*Goal of the exercise*: Among the lines of the records, find all that carry the word "found" and copy them.

=-=-=

async function handle(req: http.IncomingMessage, res: http.ServerResponse): Promise<void> {
  const url = new URL(req.url ?? "/", `http://${req.headers.host ?? `127.0.0.1:${config.port}`}`);
  const origin = `http://127.0.0.1:${config.port}`;
  const method = req.method ?? "GET";
  const segments = url.pathname.split("/").filter(Boolean).map(decodeURIComponent);
  try {
    if (method === "GET" && url.pathname === "/health") return send(res, 200, { ok: true, sessions: sessions.size, events: events.length, deliveriesInFlight });

    // ------------------------------------------------ the payer's checkout page
    if (segments[0] === "checkout" && segments[1]) {
      const session = sessions.get(segments[1]);
      if (!session) {
        res.writeHead(404, { "content-type": "text/html; charset=utf-8" });
        return void res.end("<!doctype html><title>Not found</title><p>No such checkout.</p>");
      }
      if (method === "GET" && segments.length === 2) {
        const html = checkoutPage(sessionOrThrow(session.id));
        res.writeHead(200, { "content-type": "text/html; charset=utf-8", "content-length": Buffer.byteLength(html), "cache-control": "no-store" });
        return void res.end(html);
      }
      if (method === "POST" && segments[2] === "pay") {
        if (sessionOrThrow(session.id).status !== "open") return redirect(res, `/checkout/${encodeURIComponent(session.id)}`);
        paySession(session.id);
        return redirect(res, session.success_url.replace("{CHECKOUT_SESSION_ID}", session.id));
      }
      if (method === "POST" && segments[2] === "cancel") return redirect(res, session.cancel_url.replace("{CHECKOUT_SESSION_ID}", session.id));
    }

    // ------------------------------------------------ inspection and fault routes for tests
    if (segments[0] === "_sessions") {
      if (method === "GET" && segments.length === 1) {
        const ref = url.searchParams.get("client_reference_id");
        const list = [...sessions.values()].filter((s) => !ref || s.client_reference_id === ref).reverse();
        return send(res, 200, { data: list });
      }
      const session = sessionOrThrow(segments[1] ?? "");
      if (method === "GET" && segments.length === 2) return send(res, 200, session);
      if (method === "POST" && segments[2] === "pay") {
        const options = JSON.parse((await readBody(req)) || "{}") as { deliver?: "sync" | "none" };
        const previousMode = control.webhookMode;
        // A synchronous delivery answers with the app's response: deterministic for tests.
        if (options.deliver) control.webhookMode = "hold";
        try {
          const { session: paid, event } = paySession(session.id);
          const delivery = options.deliver === "sync" ? await deliver(event) : null;
          return send(res, 200, { session: paid, eventId: event.id, delivery, redirect: paid.success_url.replace("{CHECKOUT_SESSION_ID}", paid.id) });
        } finally {
          control.webhookMode = previousMode;
        }
      }
      if (method === "POST" && segments[2] === "cancel") return send(res, 200, { redirect: session.cancel_url });
      if (method === "POST" && segments[2] === "hold") {
        heldSessions.add(session.id);
        return send(res, 200, { held: session.id });
      }
    }
    if (method === "GET" && url.pathname === "/_events") {
      const type = url.searchParams.get("type");
      return send(res, 200, { data: events.filter((e) => !type || e.type === type).reverse(), deliveries: deliveries.slice(-200).reverse() });
    }
    if (method === "POST" && url.pathname === "/_webhooks/replay") {
      const body = JSON.parse((await readBody(req)) || "{}") as { eventId?: string; type?: string; copies?: number };
      const event = eventOrThrow(body.eventId, body.type);
      const copies = Math.min(Math.max(Number(body.copies ?? 1) || 1, 1), 10);
      // All copies leave at once: the app must apply the event once however they interleave.
      const results = await Promise.all(Array.from({ length: copies }, () => deliver(event)));
      return send(res, 200, { eventId: event.id, results });
    }
    if (method === "POST" && url.pathname === "/_webhooks/bad-signature") {
      const body = JSON.parse((await readBody(req)) || "{}") as { eventId?: string; type?: string; mode?: SignatureMode };
      const event = eventOrThrow(body.eventId, body.type);
      const mode = body.mode && body.mode !== "valid" ? body.mode : "wrong_secret";
      return send(res, 200, { eventId: event.id, result: await deliver(event, mode) });
    }
    if (method === "POST" && url.pathname === "/_control") {
      const body = JSON.parse((await readBody(req)) || "{}") as Partial<typeof control>;
      if (body.webhookMode === "auto" || body.webhookMode === "hold") control.webhookMode = body.webhookMode;
      if (typeof body.webhookDelayMs === "number") control.webhookDelayMs = Math.max(0, Math.min(body.webhookDelayMs, 60_000));
      if (typeof body.failRefunds === "number") control.failRefunds = Math.max(0, body.failRefunds);
      if (typeof body.failApiCalls === "number") control.failApiCalls = Math.max(0, body.failApiCalls);
      return send(res, 200, control);
    }

    // ------------------------------------------------ the API the SDK calls
    if (segments[0] === "v1") {
      checkApiKey(req);
      if (control.failApiCalls > 0) {
        control.failApiCalls -= 1;
        throw new ApiError(500, "The stand-in was told to fail this call.", "api_error");
      }
      const raw = method === "GET" ? url.searchParams.toString() : await readBody(req);
      const params = parseForm(raw);
      const resource = segments.slice(1).join("/");
      if (method === "POST" && resource === "checkout/sessions") {
        const answer = withIdempotency(req, resource, raw, () => ({ status: 200, body: publicSession(createSession(params, origin)) }));
        return send(res, answer.status, answer.body);
      }
      if (segments[1] === "checkout" && segments[2] === "sessions" && segments[3]) {
        if (method === "GET" && segments.length === 4) return send(res, 200, publicSession(sessionOrThrow(segments[3])));
        if (method === "GET" && segments[4] === "line_items") {
          const s = sessionOrThrow(segments[3]);
          return send(res, 200, { object: "list", url: `/v1/checkout/sessions/${s.id}/line_items`, has_more: false, data: s.line_items.map((l, i) => ({ id: `li_${s.id}_${i}`, object: "item", ...l })) });
        }
        if (method === "POST" && segments[4] === "expire") return send(res, 200, publicSession(expireSession(segments[3])));
      }
      if (method === "POST" && resource === "refunds") {
        const answer = withIdempotency(req, resource, raw, () => ({ status: 200, body: createRefund(params) }));
        return send(res, answer.status, answer.body);
      }
      if (method === "GET" && segments[1] === "refunds" && segments[2]) {
        const refund = refunds.get(segments[2]);
        if (!refund) throw new ApiError(404, `No such refund: '${segments[2]}'`, "invalid_request_error", "id", "resource_missing");
        return send(res, 200, refund);
      }
      if (method === "GET" && segments[1] === "payment_intents" && segments[2]) {
        const intent = intents.get(segments[2]);
        if (!intent) throw new ApiError(404, `No such payment_intent: '${segments[2]}'`, "invalid_request_error", "id", "resource_missing");
        return send(res, 200, intent);
      }
      throw new ApiError(404, `Unrecognized request URL (${method}: ${url.pathname}). This stand-in answers only the calls Zoneward makes.`);
    }
    throw new ApiError(404, "Not found.");
  } catch (error) {
    if (error instanceof ApiError) return sendError(res, error);
    if (error instanceof SyntaxError) return sendError(res, new ApiError(400, "The request body is not valid JSON."));
    return sendError(res, new ApiError(500, String(error), "api_error"));
  }
}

=-=-=

*Solution for this problem*:
        return void res.end("<!doctype html><title>Not found</title><p>No such checkout.</p>");
    throw new ApiError(404, "Not found.");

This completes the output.